Business Tips

Splitit vs Affirm: What are the differences?

Last updated May 2022

It’s clear that buy now, pay later payment solutions are here to stay – customers like having flexible payment options (and retailers like it when customers are happy). 

With this rise of popularity, there’s an increase of buy now, pay later providers popping up at the checkout. And everyone does things a little differently.

Here, we’re looking at the key differences between Affirm and Splitit. Learn about the customer and retailer experience and find out which option (or whether having both options) is best for your business. 

How Splitit Works

Splitit is the only buy now, pay later platform that allows customers to leverage their existing credit card to fund their repayment plan. There’s no need to undergo a credit check, take out an additional line of financing, or navigate to a third-party loan site.  

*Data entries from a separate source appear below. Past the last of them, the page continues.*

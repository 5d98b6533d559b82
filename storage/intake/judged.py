"""What every reader ends with: rows and samples judged together and against the store, as one intake."""

from __future__ import annotations

from collections.abc import Callable, Iterable, Iterator, Sequence

from core.record.instant import DAY
from core.record.labels import alike
from core.record.message import Message
from storage.chunks import Block
from storage.draft_batch import SourceFacts
from storage.intake.entry_rows import EntryRows
from storage.intake.findings import Findings, Intake, Refusal, episodes_of
from storage.intake.fresh_chunks import FreshChunks
from storage.intake.held_samples import Compared, HeldSamples
from storage.intake.named_episodes import open_labels
from storage.intake.row_reading import EntryRow
from storage.intake.sample_spool import SampleSpool
from storage.store import Store

_BLOCKS_AT_ONCE, _SAMPLES_AT_ONCE = 2_000, 400_000
"""Blocks and samples that are compared at once with what the store has: enough to be quick, few enough for memory."""
_TIME_AT_ONCE = 20 * DAY
"""From the first to the last of them: the store may hold each second of it."""


def judged_intake(
    source: SourceFacts, rows: list[EntryRow], spool: SampleSpool, findings: Findings, existing: Store | None,
    *, whole: bool = True, repeated: int = 0, aside: Sequence[Refusal] = (), aside_count: int = 0,
    progress: Callable[[int, int], None] | None = None,
) -> Intake:  # fmt: skip
    """The intake of rows and samples that were read. `repeated` were known for held before they got here.

    `progress` is told now and then that the file is read (all of it); what it raises stops the work.
    """

    def step() -> None:
        if progress is not None:
            progress(source.size, source.size)

    step()
    judged = EntryRows(rows, spool.leak_uses, existing, findings)
    entries = judged.judged()
    chunks, known = new_chunks(spool, source.id, existing, step)
    for again in spool.repeated:
        message = Message("row.repeated", {"first_line": again.first_line, "accepted": "each row once"})
        findings.refuse(again.line, "", f"{again.episode} {again.channel}", message)
    findings.refused_rows += spool.repeated_count - len(spool.repeated)
    of = episodes_of(entries, chunks.spans)
    new = tuple(k for k in of if existing is None or not existing.has_episode(k))
    _doubt_names(new, rows, existing, findings)
    return Intake(
        source, entries, chunks if len(chunks) else (),
        tuple(sorted(findings.refusals, key=lambda r: r.line)), findings.refused_rows,
        judged.repeated + known + repeated,
        tuple(sorted(findings.doubts, key=lambda d: d.line)), whole,
        tuple(aside), max(aside_count, len(aside)), new_episodes=new,
    )  # fmt: skip


def _doubt_names(new: Sequence[str], rows: Iterable[EntryRow], existing: Store | None, findings: Findings) -> None:
    """Say where a new episode would have as its key what the ward calls another one that goes on."""
    labels = open_labels(existing) if new else {}
    doubtful = {key: called for key in new if (called := labels.get(alike(key)))}
    if not doubtful:
        return
    lines: dict[str, int] = {}
    for row in rows:
        lines.setdefault(row.draft.entry.episode, row.line)
    for key, called in doubtful.items():
        message = Message("row.key_is_label", {"value": key, "episodes": ", ".join(called[:3])})
        findings.doubt(lines.get(key, 1), "", key, message)


def new_chunks(
    spool: SampleSpool, source_id: str, existing: Store | None, step: Callable[[], None]
) -> tuple[FreshChunks, int]:
    """The samples that the store does not have just so, and how many it has."""
    fresh = FreshChunks(source_id)
    known = 0
    there = _known_episodes(spool, existing)
    for key in spool.kinds():
        held = HeldSamples(existing, *key) if existing is not None and key[0] in there else None
        for some in _in_parts(spool.blocks(key)):
            step()
            found = Compared(some) if held is None else held.compared(some)
            known += found.known
            for block in found.fresh:
                fresh.add(key, block)
            fresh.note_over(key, found.overlaid)
    return fresh, known


def _known_episodes(spool: SampleSpool, existing: Store | None) -> frozenset[str]:
    """Those of the spool's episodes that the store has anything of."""
    if existing is None:
        return frozenset()
    return frozenset(filter(existing.has_episode, {episode for episode, _channel in spool.kinds()}))


def _in_parts(blocks: Iterable[Block]) -> Iterator[list[Block]]:
    waiting: list[Block] = []
    count = 0
    for block in blocks:
        if waiting and block.t1 - waiting[0].t0 > _TIME_AT_ONCE:
            yield waiting
            waiting, count = [], 0
        waiting.append(block)
        count += block.n
        if len(waiting) >= _BLOCKS_AT_ONCE or count >= _SAMPLES_AT_ONCE:
            yield waiting
            waiting, count = [], 0
    if waiting:
        yield waiting
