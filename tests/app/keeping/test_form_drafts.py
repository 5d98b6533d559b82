"""A form that was being filled in when a program ended is offered again, every field; nothing of it is recorded."""

import json
import sys

import pytest

from app.dialogs.correct import Act, CorrectDialog
from app.forms.begin_form import BeginForm
from app.forms.end_form import EndForm
from app.forms.gas_form import GasForm
from app.forms.settings_form import SettingsForm
from app.forms.typed import fields_of
from app.forms.vitals_form import VitalsForm
from storage.store import Store
from tests.support.crashing import crash_while
from tests.support.open_window import make_store, open_window, settled, until

TYPED = """
def typed():
    log = window.doers.log
    if not window.feed.is_ready or window.model.runner.is_busy:
        return
    if log.form is None:
        window.select("bed-3")
        log.do_gas_form()
        log.form.gas.site.choose("arterial")
        log.form.gas.pressure_unit.choose("kPa")
        log.form.gas._units_chosen()
        log.form.time.setText("05:10")
        log.form.gas.fields["ph"].set_text("7.3")
        log.form.gas.fields["paco2"].set_text("8.2")
        log.form.edited()
    elif window.keeping.drafts.forms._kept:
        os._exit(9)  # as a crash ends it: nothing is closed
"""


def drafts(path):
    with Store.open(path, read_only=True) as store:
        return [json.loads(t) for t in store.drafts().values()]


@pytest.mark.skipif(sys.platform == "win32", reason="ends a program as POSIX does")
def test_a_form_that_was_being_filled_in_outlives_a_crash(qtbot, tmp_path):
    path = make_store(tmp_path / "ward.luffmark")
    crash_while(TYPED, path)
    assert [d["form"] for d in drafts(path)] == ["GasForm"]
    with Store.open(path) as store:
        head = store.head()
    with open_window(qtbot, path) as window:
        notices = window.keeping.notices
        until(qtbot, lambda: "Blood gas, Bed 3" in notices.plain())
        assert "Nothing of it is recorded" in notices.plain()
        notices.ways["form_again"].click()
        form = window.doers.log.form
        assert isinstance(form, GasForm)
        assert form.isVisible()
        assert form.patient.record.key == "bed-3"
        assert form.time.text() == "05:10"
        assert form.gas.site.key == "arterial"
        assert form.gas.pressure_unit.key == "kPa"
        assert form.gas.fields["paco2"].accessibleName().endswith("kPa")
        assert [form.gas.fields[k].text for k in ("ph", "paco2", "pao2")] == ["7.3", "8.2", ""]
        settled(qtbot, window)
        assert "7.3" in form.plain()
        assert not notices.isVisible()
        assert window.model.session.head == head
        assert len(drafts(path)) == 1  # this window's own now
        form.reject()
        settled(qtbot, window)
        assert drafts(path) == []


CORRECTED = """
def typed():
    log = window.doers.log
    if not window.feed.is_ready or window.model.runner.is_busy:
        return
    if log.form is None:
        window.select("bed-3")
        log.do_correct()
        dialog = log.form
        dialog.list.setCurrentItem(dialog.list.topLevelItem(2))
        dialog.act.setCurrentIndex(1)
        dialog.reason.setText("read off the wrong mon")
    elif window.keeping.drafts.forms._kept:
        os._exit(9)
"""


@pytest.mark.skipif(sys.platform == "win32", reason="ends a program as POSIX does")
def test_a_reason_half_typed_into_a_correction_outlives_a_crash(qtbot, tmp_path):
    """It comes back for the very value that it was typed for."""
    path = make_store(tmp_path / "ward.luffmark")
    crash_while(CORRECTED, path)
    (kept,) = drafts(path)
    assert kept["form"] == "CorrectDialog"
    with Store.open(path) as store:
        head = store.head()
    with open_window(qtbot, path) as window:
        notices = window.keeping.notices
        until(qtbot, lambda: "Correct or withdraw, Bed 3" in notices.plain())
        notices.ways["form_again"].click()
        dialog = window.doers.log.form
        assert isinstance(dialog, CorrectDialog)
        assert dialog.reason.text() == "read off the wrong mon"
        assert dialog.act.currentData() == Act.WITHDRAW
        assert dialog._entry().id == kept["typed"]["entry"]
        assert dialog.list.indexOfTopLevelItem(dialog.list.currentItem()) == 2
        settled(qtbot, window)
        assert window.model.session.head == head
        dialog.reject()
        settled(qtbot, window)
        assert drafts(path) == []


def test_a_value_that_is_only_looked_at_is_no_draft(qtbot, tmp_path):
    path = make_store(tmp_path / "ward.luffmark")
    with open_window(qtbot, path) as window:
        window.select("bed-7")
        window.doers.log.do_correct()
        dialog = window.doers.log.form
        for row in range(3):
            dialog.list.setCurrentItem(dialog.list.topLevelItem(row))
            assert dialog.typed() == {}
        dialog.put({"reason": "misread", "entry": "gone since"})
        assert dialog.reason.text() == "misread"
        assert "stands no more" in dialog.wrong.text()
        dialog.reject()
        window.doers.log.do_device_span()
        span = window.doers.log.form
        span.put({"start": "03:10", "reason": "on nobody"})
        assert span.typed() == {"start": "03:10", "reason": "on nobody"}
        settled(qtbot, window)
        span.reject()
        settled(qtbot, window)


def opened(window, kind):
    window.doers.log.openers()[kind.__name__]()
    return window.doers.log.form


FILLED = {
    VitalsForm: {"fields.rr": "31", "rows.acvpu": "confusion"},
    GasForm: {"gas.site": "venous", "gas.acid_unit": "H+", "gas.fields.ph": "55", "time": "05:00"},
    SettingsForm: {"fields.ipap": "20", "interface": "total face mask"},
    EndForm: {"reason": "weaned", "remark": "to ward 4"},
    BeginForm: {"words.label": "Bed 9", "indication": "copd", "running.state": "running", "running.mode": "BPAP-ST",
                "running.fields.ipap": "16", "gas.fields.ph": "7.2", "sex": "female", "ceiling": "full"},
}  # fmt: skip


@pytest.mark.parametrize("kind", FILLED, ids=lambda kind: kind.__name__)
def test_every_kind_of_form_gives_back_just_what_was_typed(qtbot, tmp_path, kind):
    with open_window(qtbot, make_store(tmp_path / "ward.luffmark")) as window:
        window.select("bed-7")
        form = opened(window, kind)
        assert form.typed() == {}
        wanted = {k: v for k, v in FILLED[kind].items() if k != "interface" or _has(form, v)}
        assert wanted.keys() <= fields_of(form).keys()
        form.put(wanted)
        assert form.typed() == wanted
        said = form.request()
        assert said is not None
        settled(qtbot, window)
        form.reject()
        again = opened(window, kind)
        again.put(wanted)
        assert again.typed() == wanted
        assert again.request() == said
        settled(qtbot, window)
        again.reject()


def _has(form, text):
    return form.interface.findData(text) >= 0


def test_fields_of_a_later_version_are_passed_over(qtbot, tmp_path):
    with open_window(qtbot, make_store(tmp_path / "ward.luffmark")) as window:
        form = opened(window, VitalsForm)
        form.put({"fields.rr": "31", "fields.unheard": "9", "rows.acvpu": "unheard", "time.more": "1"})
        assert form.typed() == {"fields.rr": "31"}
        settled(qtbot, window)
        form.reject()


def test_a_recorded_form_leaves_no_draft_and_one_open_at_the_end_is_kept(qtbot, tmp_path):
    path = make_store(tmp_path / "ward.luffmark")
    with open_window(qtbot, path) as window:
        form = opened(window, VitalsForm)
        form.put({"fields.rr": "24"})
        window.keeping.drafts.keep()
        settled(qtbot, window)
        assert len(drafts(path)) == 1
        until(qtbot, lambda: form.preview is not None)
        head = window.model.session.head
        form.go.click()
        until(qtbot, lambda: window.model.session.head > head)
        settled(qtbot, window)
        assert drafts(path) == []
        form = opened(window, VitalsForm)
        form.put({"fields.hr": "99"})
    assert [d["typed"] for d in drafts(path)] == [{"fields.hr": "99"}]


def test_what_another_window_fills_in_stays_its_own(qtbot, tmp_path):
    path = make_store(tmp_path / "ward.luffmark")
    with open_window(qtbot, path) as first:
        form = opened(first, VitalsForm)
        form.put({"fields.rr": "24"})
        first.keeping.drafts.keep()
        settled(qtbot, first)
        with open_window(qtbot, path) as second:
            settled(qtbot, second)
            assert second.keeping.notices.plain() == ""
        assert len(drafts(path)) == 1
        form.reject()
        settled(qtbot, first)
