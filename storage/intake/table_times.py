"""Times of a table one by one, and which ways of writing them fit. `time_columns` reads a block at once."""

from __future__ import annotations

import re
from collections.abc import Sequence
from datetime import UTC, datetime
from functools import lru_cache

from core.record.instant import Instant
from core.record.message import RecordError, refuse
from storage.intake.mapping import TimeUse
from storage.intake.wall_times import in_range, instant_of

_CLOCK = (
    r"(?P<hour>\d{1,2}):(?P<minute>\d{2})(?::(?P<second>\d{2})(?:[.,](?P<fraction>\d{1,9}))?)?"
    r"(?:\s*(?P<half>[AaPp])\.?[Mm]\.?)?\s*(?P<offset>Z|[+-]\d{2}:?\d{2})?"
)
_GAP = r"(?:[T ]|,\s*|\s+)\s*"
_YEAR = r"(?P<year>\d{4}|\d{2})"
_MONTH = r"(?:(?P<month>\d{1,2})|(?P<name>[A-Za-z]{3,9}))"
_DAY = r"(?P<day>\d{1,2})"
_SEP = r"[./ -]"
PATTERNS = {
    "iso": re.compile(r"(?P<year>\d{4})-(?P<month>\d{2})-(?P<day>\d{2})" + _GAP + _CLOCK),
    "ymd": re.compile(r"(?P<year>\d{4})[./-](?P<month>\d{1,2})[./-](?P<day>\d{1,2})" + _GAP + _CLOCK),
    "dmy": re.compile(_DAY + _SEP + _MONTH + _SEP + _YEAR + _GAP + _CLOCK),
    "mdy": re.compile(_MONTH + _SEP + _DAY + _SEP + _YEAR + _GAP + _CLOCK),
}
_MONTHS = ("jan", "feb", "mar", "apr", "may", "jun", "jul", "aug", "sep", "oct", "nov", "dec")
_EPOCH = re.compile(r"\d{1,14}(?:\.\d{1,6})?")
_DATE_ONLY = re.compile(r"\d{4}-\d{2}-\d{2}|\d{1,2}[./-]\d{1,2}[./-](?:\d{4}|\d{2})")
_ACCEPTED = {"iso": "2026-03-28 02:10", "ymd": "2026/03/28 02:10", "dmy": "28.03.2026 02:10",
             "mdy": "03/28/2026 02:10", "epoch_s": "seconds since 1970",
             "epoch_ms": "milliseconds since 1970"}  # fmt: skip


def read_time(text: str, use: TimeUse) -> Instant:
    """The instant of one time of a table.

    Raises:
        RecordError: `time.unlike`, `time.date_only`, `time.needs_zone`, `time.skipped`, `time.repeated`,
            `instant.out_of_range`.

    >>> from core.record.instant import iso
    >>> iso(read_time("28.03.2026 02:10", TimeUse("t", order="dmy", zone="Europe/Oslo")))
    '2026-03-28T01:10:00+00:00'
    """
    text = text.strip()
    if use.order.startswith("epoch"):
        return _since_1970(text, use)
    return instant_of(moment_of(text, use.order), use.zone, text, use.repeated)


def _since_1970(text: str, use: TimeUse) -> Instant:
    if not _EPOCH.fullmatch(text):
        raise refuse("time.unlike", value=text[:80], accepted=_ACCEPTED[use.order])
    whole, _, fraction = text.partition(".")
    if use.order == "epoch_s":
        return in_range(int(whole) * 1_000_000 + int(fraction.ljust(6, "0") or 0), text)
    return in_range(int(whole) * 1_000 + int(fraction[:3].ljust(3, "0") or 0), text)


@lru_cache(maxsize=2048)
def moment_of(text: str, order: str) -> datetime:
    """The moment a text states, with its offset where it has one."""
    pattern = PATTERNS.get(order)
    found = pattern.fullmatch(text) if pattern is not None else None
    if found is None:
        if _DATE_ONLY.fullmatch(text):
            raise refuse("time.date_only", value=text[:80], accepted="date and time to the minute")
        raise refuse("time.unlike", value=text[:80], accepted=_ACCEPTED.get(order, "a date and time"))
    part = found.groupdict()
    try:
        return _made(part)
    except ValueError:
        raise refuse("time.unlike", value=text[:80], accepted=_ACCEPTED[order]) from None


def _made(part: dict[str, str | None]) -> datetime:
    year, day = int(part["year"] or 0), int(part["day"] or 0)
    month = int(part["month"] or 0) or _MONTHS.index((part.get("name") or "")[:3].lower()) + 1
    hour, half = int(part["hour"] or 0), (part["half"] or "").lower()
    if half:
        if not 1 <= hour <= 12:
            raise ValueError("hour")
        hour = hour % 12 + (12 if half == "p" else 0)
    micro = int((part["fraction"] or "").ljust(6, "0")[:6])
    offset = part["offset"] or ""
    minute, second = int(part["minute"] or 0), int(part["second"] or 0)
    year += 2000 if year < 100 else 0
    moment = datetime(year, month, day, hour, minute, second, micro)  # noqa: DTZ001
    if not offset:
        return moment
    if offset == "Z":
        return moment.replace(tzinfo=UTC)
    return datetime.fromisoformat(f"{moment.isoformat()}{offset[:3]}:{offset[-2:]}")


def fitting_orders(texts: Sequence[str]) -> tuple[str, ...]:
    """The ways in which texts can be read as times; more than one where day and month may be swapped.

    A text that no way reads is passed over, as long as most are read: it will be refused by its line.

    >>> fitting_orders(["03/04/2026 10:00"]), fitting_orders(["13/04/2026 10:00"])
    (('dmy', 'mdy'), ('dmy',))
    """
    fits = {order: {t for t in texts if _fits(t, order)} for order in ("iso", "ymd", "dmy", "mdy")}
    most = max(map(len, fits.values()))
    if most * 2 <= len(set(texts)):
        return ()
    found = [order for order, read in fits.items() if len(read) == most]
    return tuple(o for o in found if o != "ymd" or "iso" not in found)


def _fits(text: str, order: str) -> bool:
    try:
        moment_of(text.strip(), order)
    except RecordError:
        return False
    return True


def all_have_offsets(texts: Sequence[str], order: str) -> bool:
    """Whether every time that can be read carries its own offset; False where none can be read."""
    read = [t for t in texts if _fits(t, order)]
    return bool(read) and all(has_offset(t, order) for t in read)


def has_offset(text: str, order: str) -> bool:
    """Whether a time carries its own offset."""
    try:
        return moment_of(text.strip(), order).tzinfo is not None
    except RecordError:
        return False
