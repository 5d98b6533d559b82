"""Intake of the log file (CSV): streamed in bounded memory, whole or not at all, every bad row reported."""

from __future__ import annotations

import csv
from collections.abc import Callable, Iterable, Iterator
from pathlib import Path

import numpy as np

from core.record.instant import Instant
from core.record.message import Message
from storage.draft_batch import SourceFacts
from storage.intake.columns import ACCEPTED, Columns, read_header
from storage.intake.device_rows import DeviceRows
from storage.intake.findings import (
    CLOCK_LEAD,
    Findings,
    Intake,
    UnreadableFileError,
    check_entry_count,
    unreadable,
)
from storage.intake.judged import judged_intake
from storage.intake.row_reading import EntryRow, RowReader
from storage.intake.sample_spool import SampleSpool
from storage.intake.text_blocks import BlockReader, TextBlock
from storage.store import Store

Progress = Callable[[int, int], None]


def read_log_csv(
    path: Path | str, *, now: Instant, existing: Store | None = None, progress: Progress | None = None,
    cancelled: Callable[[], bool] | None = None,
) -> Intake:  # fmt: skip
    """Read a log file against the clock and what the store already has. Nothing is written.

    `progress(done, total)` is told bytes; reading stops when `cancelled()` is true.

    Raises:
        RecordError: `intake.cancelled`.
        OSError: the file cannot be read.
    """
    reading = _Reading(Path(path), now, progress, cancelled)
    whole = reading.run()
    return reading.result(existing, whole)


class _Reading:
    """One file while it is read."""

    def __init__(
        self, path: Path, now: Instant, progress: Progress | None, cancelled: Callable[[], bool] | None
    ) -> None:
        self._path, self._now, self._progress = path, now, progress
        self._reader = BlockReader(path, progress, cancelled)
        self._findings, self._spool = Findings(), SampleSpool()
        self._rows = RowReader(now, self._findings)
        self._entries: list[EntryRow] = []

    def run(self) -> bool:
        """Read to the end; False where reading had to stop, with the reason among the refusals."""
        try:
            blocks = iter(self._reader)
            columns, rest = _after_header(next(blocks, None))
            fast = DeviceRows(columns, self._spool, self._now + CLOCK_LEAD)
            for block in _chained(rest, blocks):
                self._take(block, columns, fast)
        except UnreadableFileError as error:
            self._findings.refuse(error.line, "", error.value, error.message)
            return False
        return True

    def _take(self, block: TextBlock, columns: Columns, fast: DeviceRows) -> None:
        left = fast.take(block)
        if left is None:
            self._take_slowly(block, columns)
        elif left:
            lines = block.data.split(b"\n")
            for i in left:
                cells = lines[i].decode().split(",")  # a plain block has no quotes
                self._take_row(columns.row(cells), block.first_line + i)

    def _take_slowly(self, block: TextBlock, columns: Columns) -> None:
        texts = [line + "\n" for line in block.data.decode().split("\n")[:-1]]
        reader = csv.reader(texts, strict=True)
        before = 0
        try:
            for cells in reader:
                line, before = block.first_line + before, reader.line_num
                if not cells or cells == [""]:
                    continue
                if len(cells) != len(columns.names):
                    message = Message("row.columns", {"found": len(cells), "accepted": len(columns.names)})
                    self._findings.refuse(line, "", ",".join(cells), message)
                    continue
                self._take_row(columns.row(cells), line)
        except csv.Error as error:
            line = block.first_line + before
            raise unreadable(line, texts[before][:80].strip(), "row.quotes", detail=str(error)) from None

    def _take_row(self, row: dict[str, str], line: int) -> None:
        made = self._rows.read(row, line)
        if made is None:
            return
        if isinstance(made, EntryRow):
            self._entries.append(made)
            check_entry_count(self._entries, line)
            if made.definition:
                at = made.draft.entry.at
                self._spool.note_leak(made.draft.entry.episode, made.definition, at, at, line)
            return
        t, v = np.array([made.at], np.int64), np.array([made.value])
        lines = np.array([line], np.int32)
        self._spool.add(made.episode, made.channel, made.unit, made.definition, t, v, lines, made.decimals)
        if made.remark is not None:
            self._entries.append(EntryRow(line, made.remark))

    def result(self, existing: Store | None, whole: bool) -> Intake:
        """What the file would add, judged against the store."""
        units = {f"unit.{k}": ", ".join(sorted(u for u in v if u)) for k, v in self._spool.units.items()}
        source = SourceFacts(
            "log_csv",
            self._path.name,
            self._reader.sha,
            self._reader.size,
            {k: v for k, v in units.items() if v},
        )
        return judged_intake(source, self._entries, self._spool, self._findings, existing, whole=whole,
                             progress=self._progress)  # fmt: skip


def _after_header(block: TextBlock | None) -> tuple[Columns, TextBlock | None]:
    if block is None or not block.data.strip():
        raise unreadable(1, "", "file.empty", accepted=ACCEPTED)
    end = block.data.index(b"\n") + 1
    columns = read_header(block.data[: end - 1].decode().rstrip("\r"))
    rest = TextBlock(block.data[end:], block.first_line + 1, block.lines - 1)
    return columns, rest if rest.lines else None


def _chained(first: TextBlock | None, others: Iterator[TextBlock]) -> Iterable[TextBlock]:
    if first is not None:
        yield first
    yield from others
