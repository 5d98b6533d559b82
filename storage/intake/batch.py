"""Taking a file's intake into the store: whole or not at all."""

from __future__ import annotations

from collections.abc import Iterator
from dataclasses import replace

from core.record.instant import Instant
from core.record.message import refuse
from storage.draft_batch import DraftBatch, DraftChunk, DraftEntry, Receipt
from storage.intake.findings import Intake
from storage.store import Store

_CHUNKS_AT_ONCE = 20_000
"""Blocks of samples in one batch: enough to be quick, few enough to keep memory bounded."""

_LEFT_OUT_NAMED = 1_000


def take_in(store: Store, intake: Intake, *, by: str, now: Instant, without_refused: bool = False) -> Receipt | None:
    """Add what a file brings, in one transaction. None where the store already has all of it.

    With `without_refused` a person has decided to leave the refused rows out; the source then says which.
    Recording times of the file stand only in an empty store marked as imported; elsewhere they are kept as
    what the source claims.

    Raises:
        RecordError: `intake.refused` when rows are refused, or the file could not be read to its end.
    """
    if not intake.whole or (intake.refusals and not without_refused):
        raise refuse("intake.refused", rows=intake.refused_rows, path=intake.source.name,
                     accepted="a file without refused rows")  # fmt: skip
    if not intake.entries and not intake.chunks:
        return None
    source = intake.source
    if intake.refusals:
        lines = ",".join(str(r) for r in sorted({r.line for r in intake.refusals}))
        values = "; ".join(f"{r.line} {r.column}".strip() for r in intake.refusals[:_LEFT_OUT_NAMED])
        facts = {**source.facts, "left_out_rows": intake.refused_rows, "left_out_lines": lines,
                 "left_out_values": values}  # fmt: skip
        source = replace(source, facts=facts)
    intake = replace(intake, source=source)
    honoured = store.imported and store.head() == 0
    drafts, times = zip(*_batches(intake, by, now, honoured), strict=True)
    receipts = store.append_drafts(drafts, times)
    return replace(receipts[-1], first_seq=receipts[0].first_seq, ids=tuple(i for r in receipts for i in r.ids))


def _batches(intake: Intake, by: str, now: Instant, honoured: bool) -> Iterator[tuple[DraftBatch, Instant]]:
    for entries, recorded_at in _by_recording(intake.entries, now) if honoured else [(intake.entries, now)]:
        if entries:
            yield DraftBatch(by, "intake", entries, source=intake.source), recorded_at
    for start in range(0, len(intake.chunks), _CHUNKS_AT_ONCE):
        some: tuple[DraftChunk, ...] = intake.chunks[start : start + _CHUNKS_AT_ONCE]
        yield DraftBatch(by, "intake", chunks=some, source=intake.source), now


def _by_recording(entries: tuple[DraftEntry, ...], now: Instant) -> Iterator[tuple[tuple[DraftEntry, ...], Instant]]:
    """Entries by the time at which they were recorded; those without one are recorded now."""
    groups: dict[Instant, list[DraftEntry]] = {}
    for draft in entries:
        claimed = draft.source_recorded_at
        groups.setdefault(now if claimed is None else min(claimed, now), []).append(draft)
    for recorded_at in sorted(groups):
        yield tuple(groups[recorded_at]), recorded_at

Approval is based on the current balance available on their credit card. Splitit will trigger a pre-authorized payment of the full purchase amount, but the customer won’t be charged upfront. Payments will be deducted on a monthly basis in line with a repayment schedule that best fits their budget.

There are no late fees, penalties, or additional interest (besides any existing fees that are charged by the credit card provider).

How Affirm Works

With Affirm, customers have the choice between two BNPL solutions: pay-in-4 or monthly payments. With pay-in-4, customers make 4 interest-free payments every 2 weeks.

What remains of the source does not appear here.